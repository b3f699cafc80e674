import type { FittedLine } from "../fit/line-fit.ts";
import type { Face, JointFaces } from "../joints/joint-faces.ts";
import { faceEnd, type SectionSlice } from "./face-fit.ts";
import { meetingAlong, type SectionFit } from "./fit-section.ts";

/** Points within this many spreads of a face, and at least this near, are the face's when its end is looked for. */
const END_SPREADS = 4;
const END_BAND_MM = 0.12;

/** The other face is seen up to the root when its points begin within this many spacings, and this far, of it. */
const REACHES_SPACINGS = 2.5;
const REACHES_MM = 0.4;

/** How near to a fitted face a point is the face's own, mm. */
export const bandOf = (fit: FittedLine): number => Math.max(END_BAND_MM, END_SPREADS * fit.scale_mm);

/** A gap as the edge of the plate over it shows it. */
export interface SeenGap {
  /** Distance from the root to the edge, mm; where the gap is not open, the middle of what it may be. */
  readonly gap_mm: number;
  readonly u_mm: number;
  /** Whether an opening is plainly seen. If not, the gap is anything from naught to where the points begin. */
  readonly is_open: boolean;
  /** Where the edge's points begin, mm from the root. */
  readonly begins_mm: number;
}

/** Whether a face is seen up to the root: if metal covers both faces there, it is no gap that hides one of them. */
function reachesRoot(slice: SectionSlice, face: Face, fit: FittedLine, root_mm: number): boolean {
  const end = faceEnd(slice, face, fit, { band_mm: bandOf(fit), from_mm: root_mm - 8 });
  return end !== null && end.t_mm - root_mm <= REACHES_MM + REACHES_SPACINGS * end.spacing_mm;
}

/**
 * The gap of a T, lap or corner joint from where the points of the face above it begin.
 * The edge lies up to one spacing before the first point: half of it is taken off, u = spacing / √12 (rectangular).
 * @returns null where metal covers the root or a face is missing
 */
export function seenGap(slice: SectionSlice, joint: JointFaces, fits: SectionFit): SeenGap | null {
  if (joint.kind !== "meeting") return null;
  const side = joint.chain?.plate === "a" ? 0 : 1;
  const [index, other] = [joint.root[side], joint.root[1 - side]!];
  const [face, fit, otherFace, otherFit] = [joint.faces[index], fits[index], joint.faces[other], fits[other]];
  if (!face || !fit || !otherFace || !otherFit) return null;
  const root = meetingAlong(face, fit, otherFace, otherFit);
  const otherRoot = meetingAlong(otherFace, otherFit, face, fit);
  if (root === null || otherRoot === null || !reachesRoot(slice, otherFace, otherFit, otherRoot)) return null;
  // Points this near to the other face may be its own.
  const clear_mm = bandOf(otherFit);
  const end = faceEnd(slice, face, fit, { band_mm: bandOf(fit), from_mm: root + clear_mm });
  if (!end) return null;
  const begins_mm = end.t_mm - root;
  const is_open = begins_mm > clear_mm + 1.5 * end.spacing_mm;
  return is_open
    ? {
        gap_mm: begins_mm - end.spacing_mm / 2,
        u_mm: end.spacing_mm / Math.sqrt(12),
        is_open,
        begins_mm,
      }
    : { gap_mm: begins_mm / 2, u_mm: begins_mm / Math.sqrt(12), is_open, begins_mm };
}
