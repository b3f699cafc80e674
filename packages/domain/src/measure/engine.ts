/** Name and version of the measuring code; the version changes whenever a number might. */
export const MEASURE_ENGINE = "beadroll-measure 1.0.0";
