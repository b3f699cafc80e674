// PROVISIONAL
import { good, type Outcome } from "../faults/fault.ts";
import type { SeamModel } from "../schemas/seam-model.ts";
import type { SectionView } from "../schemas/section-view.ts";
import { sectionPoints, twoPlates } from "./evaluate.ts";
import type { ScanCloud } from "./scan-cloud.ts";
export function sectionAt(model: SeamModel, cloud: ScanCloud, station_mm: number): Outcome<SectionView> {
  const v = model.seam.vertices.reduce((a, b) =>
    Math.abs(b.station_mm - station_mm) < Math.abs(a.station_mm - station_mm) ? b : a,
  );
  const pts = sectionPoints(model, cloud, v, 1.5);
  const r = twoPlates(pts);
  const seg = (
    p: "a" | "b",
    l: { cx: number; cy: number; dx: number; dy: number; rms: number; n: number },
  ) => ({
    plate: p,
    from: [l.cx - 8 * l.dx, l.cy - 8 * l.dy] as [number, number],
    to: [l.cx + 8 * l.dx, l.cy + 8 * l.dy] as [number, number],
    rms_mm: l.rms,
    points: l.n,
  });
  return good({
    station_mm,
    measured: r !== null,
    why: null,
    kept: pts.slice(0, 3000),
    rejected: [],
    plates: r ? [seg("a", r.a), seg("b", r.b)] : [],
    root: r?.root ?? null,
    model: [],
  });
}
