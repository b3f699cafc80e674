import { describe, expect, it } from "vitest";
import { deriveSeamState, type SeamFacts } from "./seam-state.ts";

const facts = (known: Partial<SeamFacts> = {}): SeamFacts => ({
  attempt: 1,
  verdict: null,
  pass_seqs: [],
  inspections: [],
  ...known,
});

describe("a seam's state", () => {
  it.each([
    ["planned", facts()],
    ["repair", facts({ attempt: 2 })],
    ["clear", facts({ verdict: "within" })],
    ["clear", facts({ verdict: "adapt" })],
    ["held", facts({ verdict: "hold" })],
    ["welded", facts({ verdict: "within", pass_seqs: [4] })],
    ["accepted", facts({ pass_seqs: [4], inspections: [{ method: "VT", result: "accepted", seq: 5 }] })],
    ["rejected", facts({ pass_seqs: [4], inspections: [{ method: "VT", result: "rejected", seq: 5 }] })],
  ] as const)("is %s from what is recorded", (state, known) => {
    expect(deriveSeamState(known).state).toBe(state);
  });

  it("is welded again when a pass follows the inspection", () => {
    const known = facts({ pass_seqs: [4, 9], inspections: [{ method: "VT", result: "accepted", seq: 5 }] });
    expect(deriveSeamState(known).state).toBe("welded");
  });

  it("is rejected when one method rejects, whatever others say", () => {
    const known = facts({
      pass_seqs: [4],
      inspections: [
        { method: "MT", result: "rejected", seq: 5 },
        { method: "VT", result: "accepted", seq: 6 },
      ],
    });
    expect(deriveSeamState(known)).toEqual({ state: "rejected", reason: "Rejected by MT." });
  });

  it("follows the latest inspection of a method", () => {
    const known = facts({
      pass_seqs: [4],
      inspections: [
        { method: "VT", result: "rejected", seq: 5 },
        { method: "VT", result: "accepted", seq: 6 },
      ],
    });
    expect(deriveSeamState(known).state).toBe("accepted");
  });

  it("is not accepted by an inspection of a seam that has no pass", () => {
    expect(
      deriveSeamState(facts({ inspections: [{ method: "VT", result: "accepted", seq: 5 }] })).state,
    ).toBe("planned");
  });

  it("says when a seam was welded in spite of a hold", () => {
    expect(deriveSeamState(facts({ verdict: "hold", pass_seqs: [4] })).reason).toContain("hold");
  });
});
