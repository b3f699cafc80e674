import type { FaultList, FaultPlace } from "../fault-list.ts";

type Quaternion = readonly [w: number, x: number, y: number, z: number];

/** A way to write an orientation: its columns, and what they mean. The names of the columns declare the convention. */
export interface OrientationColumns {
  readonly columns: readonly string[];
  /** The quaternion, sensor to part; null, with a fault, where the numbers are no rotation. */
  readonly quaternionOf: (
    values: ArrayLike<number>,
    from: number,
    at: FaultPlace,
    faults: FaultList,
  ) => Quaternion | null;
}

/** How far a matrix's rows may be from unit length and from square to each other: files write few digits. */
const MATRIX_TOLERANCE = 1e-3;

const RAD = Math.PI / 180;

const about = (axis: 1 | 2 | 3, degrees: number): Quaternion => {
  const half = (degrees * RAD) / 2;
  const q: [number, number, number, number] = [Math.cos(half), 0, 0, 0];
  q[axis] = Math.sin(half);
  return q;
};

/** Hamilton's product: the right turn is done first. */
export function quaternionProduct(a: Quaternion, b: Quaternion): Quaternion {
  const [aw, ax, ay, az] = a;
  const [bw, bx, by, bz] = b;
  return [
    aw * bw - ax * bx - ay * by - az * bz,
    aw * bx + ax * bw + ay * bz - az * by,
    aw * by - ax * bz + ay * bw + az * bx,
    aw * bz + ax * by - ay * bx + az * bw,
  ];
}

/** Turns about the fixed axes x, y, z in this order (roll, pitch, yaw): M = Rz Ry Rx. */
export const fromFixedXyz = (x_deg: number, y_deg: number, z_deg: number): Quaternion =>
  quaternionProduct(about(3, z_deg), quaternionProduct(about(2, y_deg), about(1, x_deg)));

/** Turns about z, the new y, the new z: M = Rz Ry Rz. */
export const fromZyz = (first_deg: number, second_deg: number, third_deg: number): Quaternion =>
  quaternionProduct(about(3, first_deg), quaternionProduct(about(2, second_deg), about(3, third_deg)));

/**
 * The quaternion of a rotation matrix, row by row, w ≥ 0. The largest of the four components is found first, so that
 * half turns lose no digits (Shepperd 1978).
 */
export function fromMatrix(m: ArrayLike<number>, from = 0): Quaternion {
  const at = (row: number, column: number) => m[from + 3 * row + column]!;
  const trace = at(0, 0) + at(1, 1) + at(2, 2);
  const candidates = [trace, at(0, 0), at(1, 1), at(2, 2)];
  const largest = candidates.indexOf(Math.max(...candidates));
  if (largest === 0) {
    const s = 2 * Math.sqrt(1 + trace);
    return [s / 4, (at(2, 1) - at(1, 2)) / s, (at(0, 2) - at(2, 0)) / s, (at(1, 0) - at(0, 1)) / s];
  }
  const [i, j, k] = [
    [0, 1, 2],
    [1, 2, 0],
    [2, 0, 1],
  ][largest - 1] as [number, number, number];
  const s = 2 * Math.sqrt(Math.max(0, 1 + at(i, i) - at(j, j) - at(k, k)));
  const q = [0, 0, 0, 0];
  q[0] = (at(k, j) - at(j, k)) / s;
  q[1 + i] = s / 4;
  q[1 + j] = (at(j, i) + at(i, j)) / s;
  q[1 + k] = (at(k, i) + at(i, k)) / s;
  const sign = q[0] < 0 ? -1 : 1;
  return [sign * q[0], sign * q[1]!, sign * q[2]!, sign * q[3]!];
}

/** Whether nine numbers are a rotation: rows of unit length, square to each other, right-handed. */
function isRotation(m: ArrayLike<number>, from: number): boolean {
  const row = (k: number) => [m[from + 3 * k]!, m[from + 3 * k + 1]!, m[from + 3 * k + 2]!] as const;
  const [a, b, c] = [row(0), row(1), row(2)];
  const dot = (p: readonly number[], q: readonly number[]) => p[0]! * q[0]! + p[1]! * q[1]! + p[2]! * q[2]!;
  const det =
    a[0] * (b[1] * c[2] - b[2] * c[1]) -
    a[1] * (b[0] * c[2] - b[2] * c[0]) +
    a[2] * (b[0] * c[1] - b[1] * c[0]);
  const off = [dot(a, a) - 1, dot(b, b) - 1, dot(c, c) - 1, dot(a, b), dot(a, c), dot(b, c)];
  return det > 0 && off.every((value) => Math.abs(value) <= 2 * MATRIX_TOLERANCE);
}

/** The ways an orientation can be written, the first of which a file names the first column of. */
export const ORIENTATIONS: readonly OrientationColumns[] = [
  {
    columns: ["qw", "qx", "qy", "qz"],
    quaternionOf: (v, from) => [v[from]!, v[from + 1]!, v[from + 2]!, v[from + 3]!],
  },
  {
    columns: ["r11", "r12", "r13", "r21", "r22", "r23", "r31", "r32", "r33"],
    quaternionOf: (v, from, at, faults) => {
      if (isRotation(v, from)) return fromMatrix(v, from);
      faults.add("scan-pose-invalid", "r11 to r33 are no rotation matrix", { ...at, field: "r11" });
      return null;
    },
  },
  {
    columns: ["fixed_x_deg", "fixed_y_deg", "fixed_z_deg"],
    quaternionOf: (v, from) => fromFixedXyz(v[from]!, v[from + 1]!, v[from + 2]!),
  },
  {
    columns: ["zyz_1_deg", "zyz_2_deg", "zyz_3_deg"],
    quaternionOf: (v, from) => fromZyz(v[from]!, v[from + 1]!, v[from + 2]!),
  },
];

○ ○ ○ ○

### Exercise aim
What you give back must match the material exactly, beginning with its first line and ending with the line holding "readonly is_open: boolean;".

### Answer space
repository b3f699cafc80e674
import type { FittedLine } from "../fit/line-fit.ts";
import type { Face, JointFaces } from "../joints/joint-faces.ts";
import { faceEnd, type SectionSlice } from "./face-fit.ts";
import { meetingAlong, type SectionFit } from "./fit-section.ts";

/** Points within this many spreads of a face, and at least this near, are the face's when its end is looked for. */
const END_SPREADS = 4;
const END_BAND_MM = 0.12;

/** The other face is seen up to the root when its points begin within this many spacings, and this far, of it. */
const REACHES_SPACINGS = 2.5;
const REACHES_MM = 0.4;

/** How near to a fitted face a point is the face's own, mm. */
export const bandOf = (fit: FittedLine): number => Math.max(END_BAND_MM, END_SPREADS * fit.scale_mm);

/** A gap as the edge of the plate over it shows it. */
export interface SeenGap {
  /** Distance from the root to the edge, mm; where the gap is not open, the middle of what it may be. */
  readonly gap_mm: number;
  readonly u_mm: number;
  /** Whether an opening is plainly seen. If not, the gap is anything from naught to where the points begin. */
  readonly is_open: boolean;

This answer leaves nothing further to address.